A Universidade Federal de São Paulo (Unifesp) iniciou as operações do Laboratório Interdisciplinar de Multiômica Espacial em abril, estabelecendo um novo marco na pesquisa e diagnóstico de câncer no país. O centro se dedica à análise de tecidos humanos para apoiar investigações em oncologia, imunologia e neurociências, buscando um entendimento mais aprofundado das estruturas moleculares.
Inovação Tecnológica em Análise Molecular
Equipado com uma plataforma de análise multiômica que integra os módulos GeoMx e nCounter, o laboratório permite uma compreensão detalhada do funcionamento molecular dos tecidos. Essa tecnologia avançada possibilita identificar alterações no DNA de células cancerosas, mesmo em amostras de tecido mínimas, fornecendo informações cruciais para o diagnóstico.
Segundo a professora Soraya Smaili, do Departamento de Farmacologia da Escola Paulista de Medicina da Unifesp, este avanço representa uma mudança significativa na avaliação do câncer. O diagnóstico torna-se personalizado, analisando estruturas específicas de cada paciente de forma rápida e detalhada, o que direciona para uma resposta terapêutica individualizada e mais eficaz.
Impacto e Colaborações Nacionais
O Laboratório Interdisciplinar de Multiômica Espacial é o primeiro centro público avançado de pesquisa e diagnóstico molecular integrado no Brasil. Atualmente, 27 projetos de pesquisa utilizam os equipamentos, promovendo treinamento especializado e avanços consistentes. Inicialmente, o centro atende pesquisadores da própria Unifesp, USP, Santa Casa de São Paulo, Icesp, e dos hospitais São Camilo e A.C. Camargo, instituições de referência em São Paulo.
Um diferencial do centro é a oferta de tecnologia de ponta ainda indisponível no Sistema Único de Saúde (SUS) para o diagnóstico de câncer, focando na avaliação de marcadores genômicos específicos. Isso permite o mapeamento de pequenas variações em células, acelerando o entendimento da doença. Pacientes com histórico familiar de câncer agressivo podem iniciar o tratamento mais cedo, aumentando as chances de sucesso contra tipos raros e de rápida evolução, como os de pâncreas e pulmão.
A pesquisadora e professora Janete Cerruti, coordenadora do projeto, salienta que a tecnologia aumenta consideravelmente as chances de cura e sobrevida dos pacientes diagnosticados, ao mesmo tempo em que reduz a probabilidade de metástases e outras complicações graves decorrentes da patologia.

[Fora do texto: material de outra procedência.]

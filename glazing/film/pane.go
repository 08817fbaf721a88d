package film

// A coated pane as a rating takes it: its spectrum, at an angle or over the half space, and the
// emissivity of each face.

import (
	"errors"
	"fmt"
	"math"
	"slices"
	"strings"
	"sync"

	"gonum.org/v1/gonum/integrate/quad"

	"panewright/spectra"
)

// MaxFilms is the largest number of films on a face.
const MaxFilms = 200

// Check returns an error if no figure of the pane can be computed: it has no thickness, a film has one
// below 0 or no material, a face has too many, or no wavelength of sunlight lies in the ranges of the
// glass and of every material.
func (c Coated) Check() error {
	if !(c.ThicknessMM > 0) || math.IsInf(c.ThicknessMM, 1) {
		return fmt.Errorf("a thickness of %g mm is not above 0", c.ThicknessMM)
	}
	for _, face := range [2][]Film{c.Front, c.Back} {
		if len(face) > MaxFilms {
			return fmt.Errorf("%d films on a face; at most %d", len(face), MaxFilms)
		}
		for _, f := range face {
			switch {
			case f.Material == nil:
				return errors.New("a film has no material")
			case !(f.ThicknessNM >= 0) || math.IsInf(f.ThicknessNM, 1):
				return fmt.Errorf("a film of %s has a thickness of %g nm, which is below 0 or no number", f.Material.ID, f.ThicknessNM)
			}
		}
	}
	c = c.InFilms()
	if first, last := c.FirstNM(), c.LastNM(); max(first, spectra.SolarFirstNM) > min(last, spectra.SolarLastNM) {
		return fmt.Errorf("no wavelength from %d to %d nm lies in the range of the glass and of every film: %s", spectra.SolarFirstNM, spectra.SolarLastNM, c.narrowest())
	}
	if len(c.materials()) == 0 {
		return nil
	}
	tables := []Constants{c.Glass}
	for _, m := range c.materials() {
		if t, ok := m.Model.(Tabulated); ok {
			tables = append(tables, t.Constants)
		}
	}
	for _, t := range tables {
		for i, nm := range t.N.NM {
			if n, k := t.At(nm); !(n+k >= leastIndex && n+k <= mostIndex) {
				return fmt.Errorf("%s: n %.6g and k %.6g at %.6g nm add to what is not between %g and %g (row %d)", t.Name, n, k, nm, leastIndex, mostIndex, i+1)
			}
		}
	}
	return nil
}

// Bounds of an index of which films can be computed.
const leastIndex, mostIndex = 1e-3, 1e4

// InFilms returns the pane without films of no thickness, and with materials as they are in films of the
// thicknesses of these.
func (c Coated) InFilms() Coated {
	for _, face := range [2]*[]Film{&c.Front, &c.Back} {
		var films []Film
		for _, f := range *face {
			if f.ThicknessNM == 0 {
				continue
			}
			if f.Material.ThicknessNM != f.ThicknessNM {
				f.Material = f.Material.InFilm(f.ThicknessNM)
			}
			films = append(films, f)
		}
		*face = films
	}
	return c
}

// materials returns each material of the films once, those of the front first.
func (c Coated) materials() (list []*Material) {
	for _, f := range slices.Concat(c.Front, c.Back) {
		if !slices.Contains(list, f.Material) {
			list = append(list, f.Material)
		}
	}
	return list
}

// FirstNM and LastNM are the ends of the range in nm in which the glass and every material may be used.
func (c Coated) FirstNM() float64 {
	first := c.Glass.FirstNM()
	for _, m := range c.materials() {
		first = max(first, m.FromNM)
	}
	return first
}

// LastNM returns the longest wavelength in nm.
func (c Coated) LastNM() float64 {
	last := c.Glass.LastNM()
	for _, m := range c.materials() {
		last = min(last, m.ToNM)
	}
	return last
}

// narrowest names what begins last and what ends first.
func (c Coated) narrowest() string {
	first, last := c.FirstNM(), c.LastNM()
	begins, ends := "glass "+c.Glass.Name, "glass "+c.Glass.Name
	for _, m := range c.materials() {
		if m.FromNM == first && c.Glass.FirstNM() < first {
			begins = "material " + m.ID
		}
		if m.ToNM == last && c.Glass.LastNM() > last {
			ends = "material " + m.ID
		}
	}
	return fmt.Sprintf("%s begins at %.6g nm, %s ends at %.6g nm", begins, first, ends, last)
}

// infraredWhy says why there is no emissivity, or returns "".
func (c Coated) infraredWhy() string {
	if c.FirstNM() <= spectra.InfraredFirstNM && c.LastNM() >= infraredLeastNM {
		return ""
	}
	return "5 to 25 µm at least are needed: " + c.narrowest()
}

// Ready is a coated pane whose indices were taken at every wavelength that its figures need. It may be
// read by several goroutines.
type Ready struct {
	coated Coated
	sheet  *Sheet // of a pane without films

	solarNM, infraredNM []float64
	solar, infrared     *Sampled  // the latter nil where the ranges do not reach
	planck              []float64 // weights of the emissivity at infraredNM
}

// Ready takes the indices. Films of no thickness are left out, and metals whose surfaces scatter are taken as
// they are in films of the thicknesses of these. The pane must pass Check.
func (c Coated) Ready() *Ready {
	c = c.InFilms()
	r := &Ready{coated: c}
	if len(c.Front)+len(c.Back) == 0 {
		r.sheet = &Sheet{c.Glass, c.ThicknessMM}
		return r
	}
	first, last := c.FirstNM(), c.LastNM()
	r.solarNM = slices.DeleteFunc(slices.Clone(solarNM()), func(x float64) bool { return x < first || x > last })
	r.solar = c.sampleHeld(r.solarNM)
	if c.infraredWhy() == "" {
		r.infraredNM, r.planck = c.emissivityRule()
		r.infrared = c.sampleHeld(r.infraredNM)
	}
	return r
}

// sampleHeld is Sample, with each index held beyond the end of its range, and of each material taken once.
func (c Coated) sampleHeld(nm []float64) *Sampled {
	taken := map[*Material][]complex128{}
	sampled := func(films []Film) (list []SampledLayer) {
		for _, f := range films {
			if taken[f.Material] == nil {
				taken[f.Material] = f.Material.held(nm)
			}
			list = append(list, SampledLayer{taken[f.Material], f.ThicknessNM})
		}
		return list
	}
	return NewSampled(nm, c.Glass.sample(nm), c.ThicknessMM, sampled(c.Front), sampled(c.Back))
}

// held returns the index at ascending wavelengths in nm, beyond the range that of its end.
func (m *Material) held(nm []float64) []complex128 {
	if t, ok := m.Model.(Tabulated); ok && nm[len(nm)-1] <= m.ToNM {
		return t.Constants.sample(nm)
	}
	return indices(nm, func(x float64) complex128 { return m.Index(min(x, m.ToNM)) })
}

// sample is At at ascending wavelengths in nm.
func (c Constants) sample(nm []float64) []complex128 {
	n, k := make([]float64, len(nm)), make([]float64, len(nm))
	c.N.Sample(n, nm)
	c.K.Sample(k, nm)
	list := make([]complex128, len(nm))
	for i := range list {
		list[i] = complex(n[i], k[i])
	}
	return list
}

// Films reports whether a face bears films of any thickness.
func (r *Ready) Films(face Face) bool {
	if face == Front {
		return len(r.coated.Front) > 0
	}
	return len(r.coated.Back) > 0
}

// InfraredWhy says why the emissivities are not known, or returns "": a range does not reach from 5 to 25 µm.
func (r *Ready) InfraredWhy() string { return r.coated.infraredWhy() }

// Spectrum returns the spectrum at an angle of incidence in degrees, below 90, as a rating takes it: at every
// wavelength of the standards' own tables, so that no weighted figure interpolates, and in the
// infrared at those of EN 12898 and as many between as the bands of the materials need. It ends where
// the glass or a material ends.
func (r *Ready) Spectrum(angleDeg float64) spectra.Measured {
	if r.sheet != nil {
		return r.sheet.Spectrum(angleDeg)
	}
	return r.spectrum(func(c *Sampled) *Shares {
		var s, p Shares
		c.At(&s, &p, angleDeg)
		if angleDeg != 0 { // at 0 both polarisations are one
			s.Mean(&s, &p)
		}
		return &s
	})
}

// HemisphericalSpectrum is Spectrum for radiation that comes evenly from the half space.
func (r *Ready) HemisphericalSpectrum() spectra.Measured {
	if r.sheet != nil {
		return r.sheet.HemisphericalSpectrum()
	}
	return r.spectrum(func(c *Sampled) *Shares {
		var s, p, sum Shares
		h := hemisphere()
		for i, deg := range h.deg {
			c.At(&s, &p, deg)
			s.Mean(&s, &p)
			sum.resize(len(s.T)) // of new memory, which is 0
			for _, x := range [3][2][]float64{{sum.T, s.T}, {sum.RFront, s.RFront}, {sum.RBack, s.RBack}} {
				for k, v := range x[1] {
					x[0][k] += float64(h.weight[i] * v)
				}
			}
		}
		return &sum
	})
}

func (r *Ready) spectrum(at func(*Sampled) *Shares) spectra.Measured {
	d := at(r.solar)
	m := spectra.Measured{Tau: spectra.Curve{NM: r.solarNM, Value: d.T},
		RhoFront: spectra.Curve{NM: r.solarNM, Value: d.RFront}, RhoBack: spectra.Curve{NM: r.solarNM, Value: d.RBack}}
	if r.infrared != nil {
		d, last := at(r.infrared), r.coated.LastNM()
		n := len(r.infraredNM)
		for r.infraredNM[n-1] > last {
			n--
		}
		far := func(v []float64) spectra.Curve { return spectra.Curve{NM: r.infraredNM[:n], Value: v[:n]} }
		m.InfraredFront, m.InfraredBack = far(d.RFront), far(d.RBack)
		if slices.Max(d.T[:n]) > opaque {
			m.InfraredTau = far(d.T)
		}
	}
	m.Cautions = r.coated.cautions()
	return m
}

// HemisphericalEmissivity returns the emissivity at 283 K of the front and of the back over the half
// space, as that of a Sheet. ok is false where InfraredWhy says why.
//
// Eight angles and the points of emissivityRule leave less than 1e-5 (against 64 angles and 3000
// wavelengths: conducting oxides, silver, bulk metals, and films on them with bands in the infrared).
func (r *Ready) HemisphericalEmissivity() (front, back float64, ok bool) {
	switch {
	case r.sheet != nil:
		e, ok := r.sheet.HemisphericalEmissivity()
		return e, e, ok
	case r.infrared == nil:
		return 0, 0, false
	}
	var s, p Shares
	var angles float64
	h := emission()
	for i, deg := range h.deg {
		r.infrared.At(&s, &p, deg)
		s.Mean(&s, &p)
		var sumFront, sumBack float64
		for k, w := range r.planck {
			sumFront += float64(w * (1 - s.T[k] - s.RFront[k]))
			sumBack += float64(w * (1 - s.T[k] - s.RBack[k]))
		}
		front += float64(h.weight[i] * sumFront)
		back += float64(h.weight[i] * sumBack)
		angles += h.weight[i]
	}
	var weights float64
	for _, w := range r.planck {
		weights += w
	}
	return front / (weights * angles), back / (weights * angles), true
}

// emission are angles and weights of the mean over the half space for emissivities: Gauss and Legendre in
// v, cos θ = v^(3/2), for a metal emits most close to grazing.
var emission = sync.OnceValue(func() (h struct{ deg, weight []float64 }) {
	const nodes = 8
	x, weight := make([]float64, nodes), make([]float64, nodes)
	quad.Legendre{}.FixedLocations(x, weight, 0, 1)
	for i, v := range x {
		h.deg = append(h.deg, math.Acos(v*math.Sqrt(v))*180/math.Pi)
		h.weight = append(h.weight, 3*v*v*weight[i]) // 2 cos θ d cos θ
	}
	return h
})

// How fine the wavelengths of an emissivity are.
const (
	widestPart    = 0.05  // of the wavelength
	narrowestPart = 0.004 // likewise
	pointsInPart  = 4     // of a material's table
)

// emissivityRule returns the wavelengths in nm at which the infrared is taken, and the weights of an
// emissivity there: Planck's law times Simpson's weights over parts. Parts end at the points of the
// glass, at the wavelengths of EN 12898 and about sharp bands; they are divided where they are wide, and
// where a material's table has many points.
func (c Coated) emissivityRule() (nm, weight []float64) {
	ends := slices.Clone(c.Glass.N.NM)
	var tables [][]float64
	for _, m := range c.materials() {
		table, bands := shape(m.Model)
		if len(table) > 0 {
			tables = append(tables, table)
		}
		ends = append(ends, bands...)
	}
	ends = infraredNM(ends)
	nm, weight = append(nm, ends[0]), append(weight, 0)
	for i := 1; i < len(ends); i++ {
		from, to := ends[i-1], ends[i]
		parts := math.Ceil((to - from) / from / widestPart)
		for _, table := range tables {
			low, _ := slices.BinarySearch(table, from)
			high, _ := slices.BinarySearch(table, to)
			parts = max(parts, min(math.Ceil(float64(high-low)/pointsInPart), math.Ceil((to-from)/from/narrowestPart)))
		}
		width := (to - from) / parts
		for p := range int(parts) {
			end := to // exactly
			if p+1 < int(parts) {
				end = from + float64(width*float64(p+1))
			}
			nm = append(nm, from+float64(width*(float64(p)+0.5)), end)
			weight[len(weight)-1] += width / 6
			weight = append(weight, 4*width/6, width/6)
		}
	}
	for i, x := range nm {
		weight[i] *= planck(x)
	}
	return nm, weight
}

// shape returns the wavelengths of a model's table, and those about its bands, closest where a band is
// narrow: at the energy of each, and where the permittivity passes 0 above it.
func shape(d Dispersion) (tableNM, bandsNM []float64) {
	var list []Oscillators
	switch d := d.(type) {
	case Tabulated:
		tableNM = d.Constants.N.NM
	case Extended:
		tableNM, list = d.Constants.N.NM, []Oscillators{d.Model}
	case Adjusted:
		tableNM, bandsNM = shape(d.Base)
		list = []Oscillators{d.More}
	case Oscillators:
		list = []Oscillators{d}
	}
	for _, o := range list {
		for _, t := range o.Terms {
			l, ok := t.(Lorentz)
			if !ok {
				continue
			}
			energies := []float64{l.EnergyEV}
			if around := real(o.Epsilon(l.EnergyEV)); around > 0 { // of all terms but this, whose real part is 0 there
				energies = append(energies, l.EnergyEV*math.Sqrt(1+l.Strength/around))
			}
			for _, e := range energies {
				bandsNM = append(bandsNM, hcEVNM/e)
				for off := l.BroadeningEV / 4; off < widestPart*e; off *= 2 {
					bandsNM = append(bandsNM, hcEVNM/(e-off), hcEVNM/(e+off))
				}
			}
		}
	}
	return tableNM, bandsNM
}

// cautions say what is to be known of glass and materials, each once.
func (c Coated) cautions() []spectra.Caution {
	list := c.Glass.cautions()
	if last := c.LastNM(); c.infraredWhy() == "" && last < infraredLastNM && last < c.Glass.LastNM() {
		list = append(list, spectra.Caution{Code: "extended", Text: fmt.Sprintf(
			"%s; for the emissivity constants and reflectance were held to 50 µm.", c.narrowest())})
	}
	var ids []string
	for _, m := range c.materials() {
		if len(m.Remarks) > 0 && !slices.Contains(ids, m.ID) {
			list = append(list, m.caution(fmt.Sprintf("Film material %s: %s", m.ID, strings.Join(m.Remarks, " "))))
		}
		ids = append(ids, m.ID)
	}
	return list
}

// caution is one on the material, of the code that its model calls for.
func (m *Material) caution(text string) spectra.Caution {
	model := m.Model
	if a, ok := model.(Adjusted); ok {
		model = a.Base
	}
	switch _, extended := model.(Extended); {
	case strings.HasSuffix(m.Source, "typical"):
		return spectra.Caution{Code: "typical", Text: text}
	case extended:
		return spectra.Caution{Code: "extended", Text: text}
	}
	return spectra.Caution{Code: "modelled", Text: text}
}

// NewOscillators returns a permittivity made of terms, with what each needs for every energy found once.
func NewOscillators(epsInf float64, terms ...Term) Oscillators {
	o := Oscillators{EpsInf: epsInf, Terms: slices.Clone(terms)}
	for i, t := range o.Terms {
		if edge, ok := t.(TaucLorentz); ok {
			o.Terms[i] = edge.ready()
		}
	}
	return o
}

Diagnóstico Molecular x Convencional
Enquanto o diagnóstico convencional de câncer se baseia em exames clínicos e biópsias para avaliação patológica, o teste genômico adota uma abordagem mais detalhada. Ele busca biomarcadores moleculares específicos para cada tipo de câncer, como a presença dos genes BRCA1/BRCA2 para câncer de mama ou mutações no gene BRAF para câncer de pele. Essas pistas moleculares indicam alterações e o estágio de desenvolvimento da doença, inclusive a presença de metástases.
Financiamento e Projeções Futuras
O laboratório é financiado pela Fundação de Amparo à Pesquisa do Estado de São Paulo (Fapesp), com um investimento inicial de R$ 5 milhões. O objetivo é estabelecer convênios com o SUS para expandir o atendimento direto à rede pública de saúde, atuando em sinergia com outros hospitais. A Unifesp, com seu Hospital São Paulo, já desempenha um papel fundamental na saúde pública de alta complexidade.
A equipe multidisciplinar é coordenada pela professora Soraya Smaili e conta com a colaboração de renomados especialistas como Miriam Galvonas Jasiulionis, Janete Cerutti, Rui Maciel, Michelle Samora, Angela Waitzberg, Lucas Leite, Adolfo G Erustes, além de 17 pesquisadores associados que apoiaram a proposta da Fapesp. A expectativa é que o laboratório se torne um centro de referência em pesquisa aliada ao diagnóstico genômico e molecular.